Ce qui importe pour l’écrivain dans le travail d’un peintre, c’est sa digestibilité. Non qu’il soit digestible ou pas, mais comment, par quels processus il peut l’être, puisque l’estomac de l’écrivain est des plus solides et finira par assimiler. Il enveloppe son objet d’un réseau de phrases comme l’araignée d’un fil presque invisible ligote sa proie. L’apparence n’en change pas, c’est la substance qui en est sortie. Ici, pour l’œuvre, qu’elle en ait été extraite ne signifie pas qu’elle est ailleurs engloutie mais, au contraire, qu’elle est mise en exposition.

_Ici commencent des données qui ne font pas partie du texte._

"""Order-free dated tables: rows pasted unit by unit or source by source, or in any
order, load as if written in date order; duplicates of a key are still refused, with
both rows named."""

from __future__ import annotations

import datetime as dt
import random

import pandas as pd
import pytest

from helpers import (START, history_rows, lab_sheet, minimal_sheets, synthetic_history,
                     synthetic_labs, workbook_bytes)
from reagentplan.errors import ScenarioError
from reagentplan.scenario import load_scenario


def two_unit_sheets() -> dict:
    s = minimal_sheets(days=10)
    s["units"].append(["U2", 300, 9.8, 0])
    s["generation"] += [[START + dt.timedelta(days=i), "U2", 4000.0] for i in range(10)]
    hist = synthetic_history({"U1": 200, "U2": 300}, days=60, seed=3)
    s["generation_history"] = history_rows(hist)
    s["coal_quality_history"] = lab_sheet(synthetic_labs("Coal A", 60, 2.0, 0.15, 0.6, seed=1),
                                          synthetic_labs("Coal B", 60, 0.5, 0.05, 0.6, seed=2))
    return s


def by_unit(rows: list[list], col: int = 1) -> list[list]:
    """The rows as pasted one unit (or source) after another."""
    return [rows[0]] + sorted(rows[1:], key=lambda r: (r[col], r[0]))


def frames_equal(a: pd.DataFrame, b: pd.DataFrame) -> None:
    pd.testing.assert_frame_equal(a.reset_index(drop=True), b.reset_index(drop=True))


def test_history_pasted_unit_by_unit_loads_as_in_date_order():
    ordered = two_unit_sheets()
    pasted = two_unit_sheets()
    for name in ("generation", "generation_history", "coal_quality_history"):
        pasted[name] = by_unit(pasted[name])
    assert pasted["generation_history"][1][1] == "U1" and pasted["generation_history"][-1][1] == "U2"
    a = load_scenario(workbook_bytes(ordered))
    b = load_scenario(workbook_bytes(pasted))
    for attr in ("generation", "generation_history", "coal_quality_history", "coal_blend"):
        frames_equal(getattr(a, attr), getattr(b, attr))
        assert getattr(b, attr)["date"].is_monotonic_increasing


def test_rows_in_any_order_give_the_same_scenario():
    ordered = two_unit_sheets()
    shuffled = two_unit_sheets()
    rng = random.Random(7)
    for name in ("generation", "generation_history", "coal_quality_history"):
        body = shuffled[name][1:]
        rng.shuffle(body)
        shuffled[name] = [shuffled[name][0]] + body
    ordered["coal_blend"] += [[START + dt.timedelta(days=4), "Coal A", 50],
                              [START + dt.timedelta(days=4), "Coal B", 50]]
    shuffled["coal_blend"] = [shuffled["coal_blend"][0], [START + dt.timedelta(days=4), "Coal B", 50],
                              shuffled["coal_blend"][1], [START + dt.timedelta(days=4), "Coal A", 50]]
    a = load_scenario(workbook_bytes(ordered))
    b = load_scenario(workbook_bytes(shuffled))
    frames_equal(a.generation_history, b.generation_history)
    frames_equal(a.generation, b.generation)
    frames_equal(a.blend_matrix(), b.blend_matrix())
    assert b.blend_matrix().iloc[5].tolist() == [0.5, 0.5]


def test_duplicates_are_refused_with_both_rows_named_whatever_the_order():
    s = two_unit_sheets()
    s["generation_history"] = by_unit(s["generation_history"])
    # U1's tenth day again, pasted at the end (after all of U2's rows)
    dup = list(s["generation_history"][10])
    s["generation_history"].append(dup)
    last_row = len(s["generation_history"])  # Excel row of the appended copy
    with pytest.raises(ScenarioError) as info:
        load_scenario(workbook_bytes(s))
    msgs = [str(p) for p in info.value.problems]
    hit = [m for m in msgs if f"row {last_row}," in m and "duplicate of row 11" in m]
    assert hit, msgs
    assert "sheet 'generation_history'" in hit[0] and "one row per date and unit" in hit[0]


def test_gaps_are_still_found_after_sorting():
    s = two_unit_sheets()
    s["generation_history"] = by_unit(s["generation_history"])
    gone = s["generation_history"].pop(20)  # one of U1's days
    with pytest.raises(ScenarioError) as info:
        load_scenario(workbook_bytes(s))
    text = info.value.report()
    assert f"U1 has no rows for the 1 day(s) from {gone[0]:%Y-%m-%d}" in text


def test_any_table_of_fields_gets_the_loaders_checks_through_read_table():
    """The operations record's sheets use the same function: sorting, duplicates and
    usual ranges by column name."""
    import io

    from openpyxl import Workbook

    from reagentplan import schema
    from reagentplan.scenario import read_table
    from reagentplan.workbook import read_raw

    sheet = schema.Sheet("lab_results", key=("date", "source"), sort_by=("date", "source"),
                         fields=(schema.Field("date", "date"), schema.Field("source", "text"),
                                 schema.Field("sulfur_pct", unit="%")))
    wb = Workbook()
    ws = wb.active
    ws.title = "lab_results"
    for row in (["date", "source", "sulfur_pct"], [START, "B", 0.5], [START - dt.timedelta(days=1), "A", 9.0],
                [START, "B", 0.6]):
        ws.append(row)
    buf = io.BytesIO()
    wb.save(buf)
    records, problems, warnings = read_table(read_raw(buf.getvalue())["lab_results"], sheet)
    assert [r["_row"] for r in records] == [3, 2]
    assert len(problems) == 1 and "a duplicate of row 2" in str(problems[0])
    assert str(problems[0]).startswith("sheet 'lab_results', row 4")
    [w] = warnings
    assert str(w).startswith("sheet 'lab_results', row 3, column 'sulfur_pct': 9 %")
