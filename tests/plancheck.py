"""An independent checker of a plan's files: it re-reads movements.csv, balance.csv and
inventory.csv and checks every scheduling rule against the scenario, without using the
scheduler's own lane code."""

from __future__ import annotations

import datetime as dt

import numpy as np
import pandas as pd
from molmass import Formula

from reagentplan.scenario import Scenario

PRODUCT = {"gypsum": "gypsum_wet_t", "fly_ash": "fly_ash_t", "bottom_ash": "bottom_ash_t"}


def _closed(scn: Scenario, party: str, mode, day: dt.date) -> bool:
    return any(c.party == party and (c.mode is None or c.mode == mode)
               and c.first_date <= day <= c.last_date for c in scn.lane_closures)


def _max_share(scn: Scenario, month: pd.Period) -> float:
    """Share of a calendar month's maximum open to the plan: the month's days from the
    first planned day on (the days before it are assumed used at the even pace, or the
    recorded month-to-date tonnes are taken off, below); a month ending after the horizon
    keeps its whole maximum."""
    first = pd.Timestamp(scn.plant.start_date)
    if month == first.to_period("M"):
        return (month.days_in_month - first.day + 1) / month.days_in_month
    return 1.0


def check_plan(scn: Scenario, movements: pd.DataFrame, balance: pd.DataFrame,
               inventory: pd.DataFrame, breaches: list[dict]) -> list[str]:
    """Every rule broken by the plan, in words (empty = the plan keeps every rule)."""
    errors: list[str] = []
    start = scn.plant.start_date
    bal = balance.set_index(pd.to_datetime(balance["date"]))
    mv = movements.copy()
    mv["date"] = pd.to_datetime(mv["date"])
    firm_remaining = {}
    for o in scn.firm_orders:
        key = (pd.Timestamp(o.date), o.party)
        firm_remaining[key] = firm_remaining.get(key, 0) + o.loads
    for r in mv.itertuples():
        day = r.date.date()
        if r.kind in ("supply", "sale"):
            if float(r.loads) != int(r.loads):
                errors.append(f"{r.lane} {day}: loads {r.loads} not whole")
        if r.kind == "supply":
            lanes = [s for s in scn.suppliers if s.supplier == r.party and r.date.month - 1 in s.months
                     and r.lane.startswith(f"{s.supplier} {s.mode}")]
            if len(lanes) != 1:
                errors.append(f"{r.lane} {day}: no single supplier row")
                continue
            s = lanes[0]
            booked = bool(r.booked)
            if abs(r.tonnes - r.loads * s.load_t) > 1e-6 and not booked:
                errors.append(f"{r.lane} {day}: tonnes {r.tonnes} != loads × {s.load_t}")
            if r.loads > s.max_loads_per_day and not booked:
                errors.append(f"{r.lane} {day}: {r.loads} loads > {s.max_loads_per_day} per day")
            if not booked:
                if r.date.day_of_week not in s.weekdays:
                    errors.append(f"{r.lane} {day}: not a lane weekday")
                if _closed(scn, s.supplier, s.mode, day):
                    errors.append(f"{r.lane} {day}: lane closed")
                if (day - start).days < s.lead_days:
                    errors.append(f"{r.lane} {day}: earlier than the lead time allows")
            order_by = pd.Timestamp(r.order_by).date()
            if (day - order_by).days != s.lead_days:
                errors.append(f"{r.lane} {day}: order_by {order_by} is not {s.lead_days} days ahead")
            if booked:
                firm_remaining[(r.date, r.party)] = firm_remaining.get((r.date, r.party), 0) - r.loads
        elif r.kind == "sale":
            lanes = [b for b in scn.buyers if b.lane == r.lane]
            if len(lanes) != 1:
                errors.append(f"{r.lane} {day}: unknown buyer lane")
                continue
            b = lanes[0]
            if r.loads > b.max_loads_per_day:
                errors.append(f"{r.lane} {day}: {r.loads} loads > {b.max_loads_per_day} per day")
            if r.date.day_of_week not in b.weekdays or r.date.month - 1 not in b.months:
                errors.append(f"{r.lane} {day}: outside the buyer's weekdays or months")
            if _closed(scn, b.buyer, b.mode, day):
                errors.append(f"{r.lane} {day}: lane closed")
            q = bal.loc[r.date]
            limits = [("min_purity_pct", "gypsum_purity_pct", -1), ("max_moisture_pct", "gypsum_moisture_pct", 1),
                      ("max_chloride_ppm", "gypsum_chloride_ppm", 1), ("max_loi_pct", "fly_ash_loi_pct", 1),
                      ("max_so3_pct", "fly_ash_so3_pct", 1)]
            for attr, col, sign in limits:
                lim = getattr(b, attr)
                if lim is None or pd.isna(q[col]):
                    continue
                if (sign > 0 and q[col] > lim + 1e-9) or (sign < 0 and q[col] < lim - 1e-9):
                    errors.append(f"{r.lane} {day}: {col} {q[col]:.3f} breaks the limit {lim}")
        else:
            sites = [d for d in scn.disposal if d.site == r.party and d.material == r.material]
            if len(sites) != 1:
                errors.append(f"{r.lane} {day}: unknown disposal site")
            elif sites[0].max_t_per_day is not None and r.tonnes > sites[0].max_t_per_day + 1e-6:
                errors.append(f"{r.lane} {day}: {r.tonnes} t > daily limit {sites[0].max_t_per_day}")
    for key, left in firm_remaining.items():
        if left > 0:
            errors.append(f"firm order {key} missing {left} load(s)")
    # monthly maxima (of the calendar month, less what went before the start) and airspace
    mv["month"] = mv["date"].dt.to_period("M")
    for (lane, month), g in mv.groupby(["lane", "month"]):
        rows = ([s for s in scn.suppliers if s.lane == lane] + [b for b in scn.buyers if b.lane == lane])
        for row in rows:
            hi = row.max_t_per_month
            if hi is not None:
                booked = g.loc[g["booked"], "tonnes"].sum()
                allowed = hi * _max_share(scn, month)
                if scn.month_to_date is not None and month == pd.Timestamp(scn.plant.start_date).to_period("M"):
                    allowed = max(hi - scn.month_to_date.get(lane, 0.0), 0.0)
                if g["tonnes"].sum() > max(allowed, booked) + 1e-6:
                    errors.append(f"{lane} {month}: {g['tonnes'].sum():.0f} t above the monthly maximum")
    for d in scn.disposal:
        used = mv.loc[(mv["party"] == d.site) & (mv["material"] == d.material), "tonnes"].sum()
        if d.airspace_t is not None and used > d.airspace_t + 1e-6:
            errors.append(f"{d.site} {d.material}: {used:.0f} t above the airspace")
    # train sets: trains of the lanes sharing a set, in every rolling window
    for ts in scn.train_sets:
        names = {sp.lane for sp in scn.suppliers if sp.train_set == ts.train_set}
        per_day = (mv[mv["lane"].isin(names)].groupby("date")["loads"].sum()
                   .reindex(bal.index, fill_value=0).to_numpy(float))
        for a in range(len(per_day)):
            if per_day[a:a + ts.window_days].sum() > ts.max_trains:
                errors.append(f"train set {ts.train_set}: {per_day[a:a + ts.window_days].sum():.0f} trains "
                              f"in the {ts.window_days} days from {bal.index[a]:%Y-%m-%d}")
    # stone quality: the well-mixed silo replayed from the deliveries, and every buyer's
    # purity limit on every shipping day at the gypsum that silo makes
    if any(sp.caco3_pct is not None for sp in scn.suppliers):
        errors += check_silo(scn, mv, bal)
    # inventory: replay and compare
    inv = inventory.copy()
    inv["date"] = pd.to_datetime(inv["date"])
    for store, st in scn.storage.items():
        flows = mv[mv["material"] == store].groupby(["date", "direction"])["tonnes"].sum().unstack(fill_value=0.0)
        flows = flows.reindex(bal.index, fill_value=0.0)
        ins = flows["in"] if "in" in flows else 0.0
        outs = flows["out"] if "out" in flows else 0.0
        if store == "limestone":
            level, x = [], st.initial_t
            for use, arrive in zip(bal["limestone_t"], np.broadcast_to(np.asarray(ins, float), len(bal))):
                x = max(x + arrive - use, 0.0)
                level.append(x)
            level = np.array(level)
        else:
            level = st.initial_t + np.cumsum(bal[PRODUCT[store]].to_numpy() - np.asarray(outs, float))
        shown = inv.loc[inv["store"] == store, "level_t"].to_numpy()
        if not np.allclose(level, shown, atol=0.01):
            errors.append(f"{store}: inventory.csv differs from the replay (max {np.abs(level - shown).max():.2f} t)")
        if (level < -0.01).any():
            errors.append(f"{store}: ships more than it holds on {int((level < -0.01).sum())} day(s)")
        named = [b for b in breaches if b["store"] == store]
        for kind, bad in (("below safety stock", level < st.safety_t - 0.01),
                          ("above capacity", level > st.capacity_t + 0.01)):
            for i in np.flatnonzero(bad):
                day = f"{bal.index[i]:%Y-%m-%d}"
                if not any(b["kind"] in (kind, "empty") and b["first_date"] <= day <= b["last_date"] for b in named):
                    errors.append(f"{store} {day}: {kind} but not listed as a breach")
    return errors


def _M(formula: str) -> float:
    """Molar mass [g/mol], IUPAC standard atomic weights through `molmass` (not the
    `periodictable` the model uses)."""
    return Formula(formula).mass


def _setting(scn: Scenario, key: str) -> np.ndarray:
    base = getattr(scn.scrubber, key) if hasattr(scn.scrubber, key) else getattr(scn.plant, key)
    out = np.full(len(scn.dates), float(base))
    if scn.period_settings is not None:
        for r in scn.period_settings.itertuples():
            if r.key == key:
                out[(scn.dates >= pd.Timestamp(r.first_date)) & (scn.dates <= pd.Timestamp(r.last_date))] = r.value
    return out


def silo_quality(scn: Scenario, movements: pd.DataFrame, bal: pd.DataFrame) -> pd.DataFrame:
    """An independent replay of the well-mixed silo and of the gypsum it makes.

    CaCO3 need per day from first principles (Ca/S × SO2 removed in the scrubber, CaCO3
    for HCl at 1 per 2 HCl, sorbent injection at its Ca/S), deliveries from movements.csv
    with each quarry row's CaCO3, the silo mixed after the day's deliveries; the cake is
    gypsum + sulfite + excess CaCO3 + stone inerts + fly ash slip (Srivastava and
    Jozewicz 2001), and its purity is the gypsum's share of it.
    """
    n = len(bal)
    so2, caco3, cl = _M("SO2"), _M("CaCO3"), _M("Cl")
    ca_s = _setting(scn, "ca_s_ratio")
    inj = _setting(scn, "injection_removal_pct") / 100 if scn.plant.boiler == "pc" else np.zeros(n)
    inj_removed = bal["so2_formed_t"].to_numpy(float) * inj
    scrub_removed = bal["so2_removed_t"].to_numpy(float) - inj_removed
    shares = scn.blend_matrix().to_numpy(float)
    chlorine = shares @ np.array([c.chlorine_pct for c in scn.coal_sources])
    hcl_caco3 = (bal["coal_t"].to_numpy(float) * chlorine / 100 * caco3 / (2 * cl)
                 * (1 - _setting(scn, "prescrubber_hcl_removal_pct") / 100))
    if scn.plant.boiler == "cfb":
        hcl_caco3 = np.zeros(n)
    need_scrub = scrub_removed / so2 * ca_s * caco3 + hcl_caco3
    need = need_scrub + inj_removed / so2 * scn.scrubber.injection_ca_s_ratio * caco3
    arrivals = np.zeros(n)
    arrivals_caco3 = np.zeros(n)
    day_of = {d: i for i, d in enumerate(bal.index)}
    for r in movements[(movements["material"] == "limestone") & (movements["direction"] == "in")].itertuples():
        row = [sp for sp in scn.suppliers if sp.lane == r.lane]
        c = (row[0].caco3_pct if row and row[0].caco3_pct is not None else scn.scrubber.limestone_caco3_pct) / 100
        i = day_of[pd.Timestamp(r.date)]
        arrivals[i] += r.tonnes
        arrivals_caco3[i] += r.tonnes * c
    lime_caco3 = scn.storage["limestone"].initial_t * scn.scrubber.limestone_caco3_pct / 100
    lime_other = scn.storage["limestone"].initial_t - lime_caco3
    share = np.empty(n)
    last = scn.scrubber.limestone_caco3_pct / 100
    for d in range(n):
        lime_caco3 += arrivals_caco3[d]
        lime_other += arrivals[d] - arrivals_caco3[d]
        if lime_caco3 + lime_other > 1e-9 and lime_caco3 > 1e-12:
            last = lime_caco3 / (lime_caco3 + lime_other)
        share[d] = last
        take = min(need[d], lime_caco3)
        lime_other -= max(take / last - take, 0.0)
        lime_caco3 -= take
        lime_other = max(lime_other, 0.0)
    ox = _setting(scn, "oxidation_pct") / 100
    esp = _setting(scn, "esp_efficiency_pct") / 100
    mol = scrub_removed / so2
    gypsum = mol * ox * _M("CaSO4(H2O)2")
    cake = (gypsum + mol * (1 - ox) * (_M("CaSO3") + _M("H2O") / 2) + mol * (ca_s - 1) * caco3
            + need_scrub * (1 / share - 1) + bal["fly_ash_t"].to_numpy(float) * (1 - esp) / esp)
    with np.errstate(invalid="ignore", divide="ignore"):
        purity = np.where(cake > 0, 100 * gypsum / cake, np.nan)
    return pd.DataFrame({"caco3_pct": 100 * share, "stone_t": need / share, "purity_pct": purity},
                        index=bal.index)


def check_silo(scn: Scenario, mv: pd.DataFrame, bal: pd.DataFrame) -> list[str]:
    """The balance's stone, silo quality and purity against the independent replay, and
    every gypsum buyer's purity limit on every day it is shipped."""
    errors = []
    q = silo_quality(scn, mv, bal)
    shown = bal["limestone_caco3_pct"].to_numpy(float)
    if not np.allclose(shown, q["caco3_pct"], atol=0.01):  # the two libraries' molar masses differ by ~1e-4
        errors.append(f"silo CaCO3 in balance.csv differs from the replay (max "
                      f"{np.abs(shown - q['caco3_pct']).max():.4f} %-points)")
    stone = bal["limestone_t"].to_numpy(float)
    if not np.allclose(stone, q["stone_t"], rtol=5e-4, atol=1e-6):
        errors.append("limestone_t differs from the CaCO3 need at the silo's mix")
    gp = bal["gypsum_purity_pct"].to_numpy(float)
    ok = np.isnan(gp) | (np.abs(gp - q["purity_pct"].to_numpy()) < 0.02)
    if not ok.all():
        errors.append(f"gypsum purity differs from the replay on {int((~ok).sum())} day(s)")
    for r in mv[(mv["material"] == "gypsum") & (mv["direction"] == "out")].itertuples():
        rows = [b for b in scn.buyers if b.lane == r.lane]
        if not rows or rows[0].min_purity_pct is None:
            continue
        p = q.loc[pd.Timestamp(r.date), "purity_pct"]
        if not np.isnan(p) and p < rows[0].min_purity_pct - 0.005:
            errors.append(f"{r.lane} {pd.Timestamp(r.date):%Y-%m-%d}: gypsum purity {p:.3f} % "
                          f"(replayed silo) below the limit {rows[0].min_purity_pct}")
    return errors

Il y a dans l’écriture tout le souci d’être de l’écrivain. L’œuvre plastique sera ce qu’elle peut, l’écriture prend son assise dans un dessein permanent, elle développe de l’inscrit, non du plastique. Autrement dit, Michel Butor n’oublie jamais qu’il est l’écrivain, et que le plasticien est producteur d’un objet destiné à l’exercice de la parole. Je l’écrivais avec une feinte légèreté, voici bien des années déjà : A la question "Pourquoi peins-tu ?" il faut répondre comme les enfants, parce que la phrase est pertinente,"Pour faire parler les curieux". Comme toute découverte, une hypothèse énoncée ouvre un champ de discussion, de mise en œuvre de la parole où la parole fait œuvre. Tous les parlers s’y heurtent, — sur la toile—, s’enlisent, dérapent, décrivent, décorent, enluminent, approfondissent, définissent et ouvrent l’œuvre ; mais la littérature, qui s’établit, se structure et fonctionne, est d’autonomie et de liberté devenue au bout du compte le mobile de l’exercice.
On espère l’œuvre objet assez dur pour que le texte nécessaire ne puisse jamais suffire à l’épuiser. Mais c’est là son problème, antérieur à l’écriture et qui lui est étrangère comme le saut du plongeur dans son déploiement l’est (étranger) au tremplin resté au point zéro du geste. L’œuvre doit être faite de conventions assez pour être lisible, d’autres choses suffisamment pour rester inépuisable par le parler et l’écrire, en un subtil équilibre que seul l’inconscient est capable d’apprécier. C’est d’être uniquement soutenue par la parole, ou bien entièrement de convention, qu’une œuvre un temps dominante se retrouve vide de sens pour la génération suivante.
Peu importe si l’œuvre un jour se révèle coque vide comme la carapace de l’insecte encore longtemps après suspendue dans un coin entoilé du grenier : Le "roman" lui survit. Le roman, lui, survit. Il est la légende (texte) d’un secret perdu, ou la légende d’un chef-d’œuvre que le vulgaire n’entend qu’à travers l’écho persistant d’une vie.
¨ Ronsard me célébrait du temps que j’étais belle ! ¨
Oui, Hélène. Nul ne saurait plus avoir désir de ce qui reste de toi, et cependant qui ne te désirerait, le temps de la lecture, ce temps bref où tu es présence à nous sonore,
" ...assise auprès de ta cousine
Belle comme une Aurore et toi comme un Soleil ,"
celle que dans nos cœurs le poète continue de chanter ?
La force de l’œuvre est d’être un objet qui suscite un discours varié mais unique en ce qu’il ne vaut que pour lui et par lui, que la parole anime mais n’épuise jamais. Soyons modestes, peintres mes frères, devant l’écrivain — et plus encore, avec lui, sachant qu’un jour tout œuvre va se clore — devant la langue qui, elle, ira encore, toujours autre, dans un jeu de subtils glissements vers l’infini des temps...
L’idée cependant que des tonnes de thèses s’abattent sur cette écriture, bientôt en elles diluée, m’effraie.